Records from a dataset
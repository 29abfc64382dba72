"""Reported values against NumPy; recomputed ones against a plain solution of the normal equations."""

from __future__ import annotations

import dataclasses

import numpy as np
import pytest

from gnssmon.epochs.batch import UsedRows
from gnssmon.statistics.dop import Dop
from gnssmon.statistics.subject import Site, Span
from tests.statistics.batches import make_batch
from tests.statistics.skies import directions, sky_batch

N = 120


def dop_of(*batches) -> dict[str, float | None]:
    subject = Dop(Site())
    for batch in batches:
        subject.update(batch)
    return {name.removeprefix("dop."): estimate.value for name, estimate in subject.summary().items()}


def by_hand(batch, epoch: int, *, clocks: bool) -> tuple[float, float]:
    """HDOP and PDOP of one epoch by numpy.linalg.pinv of the design matrix, from the listed directions."""
    rows = batch.signals
    own = rows.epoch == epoch
    place = {
        int(code): (float(azimuth), float(elevation))
        for code, azimuth, elevation in zip(
            rows.satellite[own], rows.azimuth_deg[own], rows.elevation_deg[own], strict=True
        )
    }
    used = [int(code) for code in batch.used.satellite[batch.used.epoch == epoch]]
    systems = sorted({code // 1024 for code in used}) if clocks else [0]
    design = []
    for code in used:
        azimuth, elevation = np.radians(place[code])
        unit = [np.cos(elevation) * np.sin(azimuth), np.cos(elevation) * np.cos(azimuth), np.sin(elevation)]
        design.append(unit + [1.0 if not clocks or code // 1024 == system else 0.0 for system in systems])
    q = np.diag(np.linalg.pinv(np.array(design).T @ np.array(design)))
    return float(np.sqrt(q[0] + q[1])), float(np.sqrt(q[:3].sum()))


def test_reported_values():
    """Medians and the largest of epochs with a fix; those without report nonsense."""
    rng = np.random.default_rng(1)
    pdop, hdop = np.round(1 + rng.gamma(2, 0.3, (2, N)), 2)
    quality = np.where(np.arange(N) % 10 == 0, 0, 1)
    pdop[quality == 0] = 99.99
    found = dop_of(make_batch(np.arange(N) * 1000, pdop=pdop, hdop=hdop, quality=quality))

    assert found["pdop_median"] == pytest.approx(np.median(pdop[quality > 0]), abs=1e-9)
    assert found["hdop_median"] == pytest.approx(np.median(hdop[quality > 0]), abs=1e-9)
    assert found["pdop_max"] == pytest.approx(pdop[quality > 0].max(), abs=1e-9)
    assert found["vdop_median"] is None


@pytest.mark.parametrize("clocks", [False, True])
def test_recomputed_values(clocks):
    """Every ten seconds an epoch; one clock for all or one a system, as the receiver's own HDOP was made."""
    batch = sky_batch(np.arange(N) * 5000)
    chosen = range(0, N, 2)
    expected = np.array([by_hand(batch, epoch, clocks=clocks) for epoch in chosen])
    hdop = np.full(N, np.nan)
    hdop[::2] = expected[:, 0]
    found = dop_of(dataclasses.replace(batch, hdop=hdop))

    assert found["hdop_recomputed_median"] == pytest.approx(np.median(expected[:, 0]), abs=1e-6)
    assert found["pdop_recomputed_median"] == pytest.approx(np.median(expected[:, 1]), abs=1e-6)


def test_the_receivers_clocks_are_told_where_they_matter():
    """Where few satellites of each system are in use, the two conventions differ; with many they do not, and nothing is
    claimed."""
    many = sky_batch(np.arange(N) * 10_000)
    few = dataclasses.replace(
        many,
        used=UsedRows(*(column[many.used.satellite % 4 == 1] for column in (many.used.epoch, many.used.satellite))),
    )
    for clocks in (False, True):
        hdop = np.array([round(by_hand(few, k, clocks=clocks)[0], 2) for k in range(N)])
        assert dop_of(dataclasses.replace(few, hdop=hdop))["clocks_per_system"] == float(clocks)
    hdop = np.array([round(by_hand(many, k, clocks=False)[0], 2) for k in range(N)])
    assert dop_of(dataclasses.replace(many, hdop=hdop))["clocks_per_system"] is None


def test_whole_degrees_move_it_by_less_than_three_percent():
    """Against the true directions: the effect of rounding that the quantity's text states."""
    batch = sky_batch(np.arange(N) * 60_000)
    sky = directions(batch.axis_ms / 1000.0)
    column = {int(code): k for k, code in enumerate(sky.code)}
    rows = batch.signals
    at = np.array([column[int(code)] for code in rows.satellite])
    exact = dataclasses.replace(
        rows,
        azimuth_deg=sky.azimuth_deg[rows.epoch, at].astype(np.float32),
        elevation_deg=sky.elevation_deg[rows.epoch, at].astype(np.float32),
    )
    true = np.array([by_hand(dataclasses.replace(batch, signals=exact), k, clocks=False)[0] for k in range(N)])
    whole = np.array([by_hand(batch, k, clocks=False)[0] for k in range(N)])

    error = np.abs(whole / true - 1.0)
    assert np.median(error) < 0.005
    assert error.max() < 0.03


def test_satellites_without_a_direction_make_it_unknown():
    """With less than eight in ten of the used satellites placed, nothing is recomputed."""
    batch = sky_batch(np.arange(N) * 10_000)
    unplaced = np.flatnonzero(np.bincount(batch.signals.satellite) > 0)[::2]
    batch.signals.elevation_deg[np.isin(batch.signals.satellite, unplaced)] = np.nan

    assert dop_of(batch)["hdop_recomputed_median"] is None


def test_one_ring_is_no_geometry():
    """Satellites all at one elevation cannot tell height from clock: no number."""
    batch = sky_batch(np.arange(N) * 10_000)
    batch.signals.elevation_deg[:] = 30.0

    assert dop_of(batch)["pdop_recomputed_median"] is None


def test_nothing_used_nothing_recomputed():
    """A receiver without GSA reports an HDOP and no more."""
    batch = sky_batch(np.arange(N) * 10_000)
    nobody = UsedRows(np.empty(0, dtype=np.int32), np.empty(0, dtype=np.int32))
    found = dop_of(dataclasses.replace(batch, used=nobody))

    assert (found["hdop_median"], found["hdop_recomputed_median"]) == (pytest.approx(0.7), None)


def test_a_window():
    """Only the epochs of the window."""
    subject = Dop(Site())
    subject.update(make_batch(np.arange(N) * 1000, hdop=np.where(np.arange(N) < 60, 1.5, 0.9)))

    assert subject.summary(Span(0, 60_000))["dop.hdop_median"].value == 1.5
    assert subject.summary(Span(60_000, 120_000))["dop.hdop_median"].value == 0.9


def test_an_interval_from_a_short_record():
    """A geometry that moved from 0.6 to 0.8 once in half an hour: too slow for order statistics, but the range seen and
    as much again on either side is told; a handful of epochs tells nothing."""
    subject = Dop(Site())
    subject.update(make_batch(np.arange(1800) * 1000, hdop=np.where(np.arange(1800) < 1000, 0.6, 0.8)))
    assert subject.summary()["dop.hdop_median"].interval == pytest.approx((0.4, 1.0), abs=1e-6)

    few = Dop(Site())
    few.update(make_batch(np.arange(10) * 1000, hdop=np.where(np.arange(10) < 7, 0.6, 0.8)))
    assert few.summary()["dop.hdop_median"].interval is None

Task details:
Reproduce each line above without any alteration.

Exercise output:
repository 29abfc64382dba72
"""Reported values against NumPy; recomputed ones against a plain solution of the normal equations."""

from __future__ import annotations

import dataclasses

import numpy as np
import pytest

from gnssmon.epochs.batch import UsedRows
from gnssmon.statistics.dop import Dop
from gnssmon.statistics.subject import Site, Span
from tests.statistics.batches import make_batch
from tests.statistics.skies import directions, sky_batch

N = 120


def dop_of(*batches) -> dict[str, float | None]:
    subject = Dop(Site())
    for batch in batches:
        subject.update(batch)
    return {name.removeprefix("dop."): estimate.value for name, estimate in subject.summary().items()}


def by_hand(batch, epoch: int, *, clocks: bool) -> tuple[float, float]:
    """HDOP and PDOP of one epoch by numpy.linalg.pinv of the design matrix, from the listed directions."""
    rows = batch.signals
    own = rows.epoch == epoch
    place = {
        int(code): (float(azimuth), float(elevation))
        for code, azimuth, elevation in zip(
            rows.satellite[own], rows.azimuth_deg[own], rows.elevation_deg[own], strict=True
        )
    }
    used = [int(code) for code in batch.used.satellite[batch.used.epoch == epoch]]
    systems = sorted({code // 1024 for code in used}) if clocks else [0]
    design = []
    for code in used:
        azimuth, elevation = np.radians(place[code])
        unit = [np.cos(elevation) * np.sin(azimuth), np.cos(elevation) * np.cos(azimuth), np.sin(elevation)]
        design.append(unit + [1.0 if not clocks or code // 1024 == system else 0.0 for system in systems])
    q = np.diag(np.linalg.pinv(np.array(design).T @ np.array(design)))
    return float(np.sqrt(q[0] + q[1])), float(np.sqrt(q[:3].sum()))


def test_reported_values():
    """Medians and the largest of epochs with a fix; those without report nonsense."""
    rng = np.random.default_rng(1)
    pdop, hdop = np.round(1 + rng.gamma(2, 0.3, (2, N)), 2)
    quality = np.where(np.arange(N) % 10 == 0, 0, 1)
    pdop[quality == 0] = 99.99
    found = dop_of(make_batch(np.arange(N) * 1000, pdop=pdop, hdop=hdop, quality=quality))

    assert found["pdop_median"] == pytest.approx(np.median(pdop[quality > 0]), abs=1e-9)
    assert found["hdop_median"] == pytest.approx(np.median(hdop[quality > 0]), abs=1e-9)
    assert found["pdop_max"] == pytest.approx(pdop[quality > 0].max(), abs=1e-9)
    assert found["vdop_median"] is None


@pytest.mark.parametrize("clocks", [False, True])
def test_recomputed_values(clocks):
    """Every ten seconds an epoch; one clock for all or one a system, as the receiver's own HDOP was made."""
    batch = sky_batch(np.arange(N) * 5000)
    chosen = range(0, N, 2)
    expected = np.array([by_hand(batch, epoch, clocks=clocks) for epoch in chosen])
    hdop = np.full(N, np.nan)
    hdop[::2] = expected[:, 0]
    found = dop_of(dataclasses.replace(batch, hdop=hdop))

    assert found["hdop_recomputed_median"] == pytest.approx(np.median(expected[:, 0]), abs=1e-6)
    assert found["pdop_recomputed_median"] == pytest.approx(np.median(expected[:, 1]), abs=1e-6)


def test_the_receivers_clocks_are_told_where_they_matter():
    """Where few satellites of each system are in use, the two conventions differ; with many they do not, and nothing is
    claimed."""
    many = sky_batch(np.arange(N) * 10_000)
    few = dataclasses.replace(
        many,
        used=UsedRows(*(column[many.used.satellite % 4 == 1] for column in (many.used.epoch, many.used.satellite))),
    )
    for clocks in (False, True):
        hdop = np.array([round(by_hand(few, k, clocks=clocks)[0], 2) for k in range(N)])
        assert dop_of(dataclasses.replace(few, hdop=hdop))["clocks_per_system"] == float(clocks)
    hdop = np.array([round(by_hand(many, k, clocks=False)[0], 2) for k in range(N)])
    assert dop_of(dataclasses.replace(many, hdop=hdop))["clocks_per_system"] is None


def test_whole_degrees_move_it_by_less_than_three_percent():
    """Against the true directions: the effect of rounding that the quantity's text states."""
    batch = sky_batch(np.arange(N) * 60_000)
    sky = directions(batch.axis_ms / 1000.0)
    column = {int(code): k for k, code in enumerate(sky.code)}
    rows = batch.signals
    at = np.array([column[int(code)] for code in rows.satellite])
    exact = dataclasses.replace(
        rows,
        azimuth_deg=sky.azimuth_deg[rows.epoch, at].astype(np.float32),
        elevation_deg=sky.elevation_deg[rows.epoch, at].astype(np.float32),
    )
    true = np.array([by_hand(dataclasses.replace(batch, signals=exact), k, clocks=False)[0] for k in range(N)])
    whole = np.array([by_hand(batch, k, clocks=False)[0] for k in range(N)])

    error = np.abs(whole / true - 1.0)
    assert np.median(error) < 0.005
    assert error.max() < 0.03


def test_satellites_without_a_direction_make_it_unknown():
    """With less than eight in ten of the used satellites placed, nothing is recomputed."""
    batch = sky_batch(np.arange(N) * 10_000)
    unplaced = np.flatnonzero(np.bincount(batch.signals.satellite) > 0)[::2]
    batch.signals.elevation_deg[np.isin(batch.signals.satellite, unplaced)] = np.nan

    assert dop_of(batch)["hdop_recomputed_median"] is None


def test_one_ring_is_no_geometry():
    """Satellites all at one elevation cannot tell height from clock: no number."""
    batch = sky_batch(np.arange(N) * 10_000)
    batch.signals.elevation_deg[:] = 30.0

    assert dop_of(batch)["pdop_recomputed_median"] is None


def test_nothing_used_nothing_recomputed():
    """A receiver without GSA reports an HDOP and no more."""
    batch = sky_batch(np.arange(N) * 10_000)
    nobody = UsedRows(np.empty(0, dtype=np.int32), np.empty(0, dtype=np.int32))
    found = dop_of(dataclasses.replace(batch, used=nobody))

    assert (found["hdop_median"], found["hdop_recomputed_median"]) == (pytest.approx(0.7), None)


def test_a_window():
    """Only the epochs of the window."""
    subject = Dop(Site())
    subject.update(make_batch(np.arange(N) * 1000, hdop=np.where(np.arange(N) < 60, 1.5, 0.9)))

    assert subject.summary(Span(0, 60_000))["dop.hdop_median"].value == 1.5
    assert subject.summary(Span(60_000, 120_000))["dop.hdop_median"].value == 0.9


def test_an_interval_from_a_short_record():
    """A geometry that moved from 0.6 to 0.8 once in half an hour: too slow for order statistics, but the range seen and
    as much again on either side is told; a handful of epochs tells nothing."""
    subject = Dop(Site())
    subject.update(make_batch(np.arange(1800) * 1000, hdop=np.where(np.arange(1800) < 1000, 0.6, 0.8)))
    assert subject.summary()["dop.hdop_median"].interval == pytest.approx((0.4, 1.0), abs=1e-6)

    few = Dop(Site())
    few.update(make_batch(np.arange(10) * 1000, hdop=np.where(np.arange(10) < 7, 0.6, 0.8)))
    assert few.summary()["dop.hdop_median"].interval is None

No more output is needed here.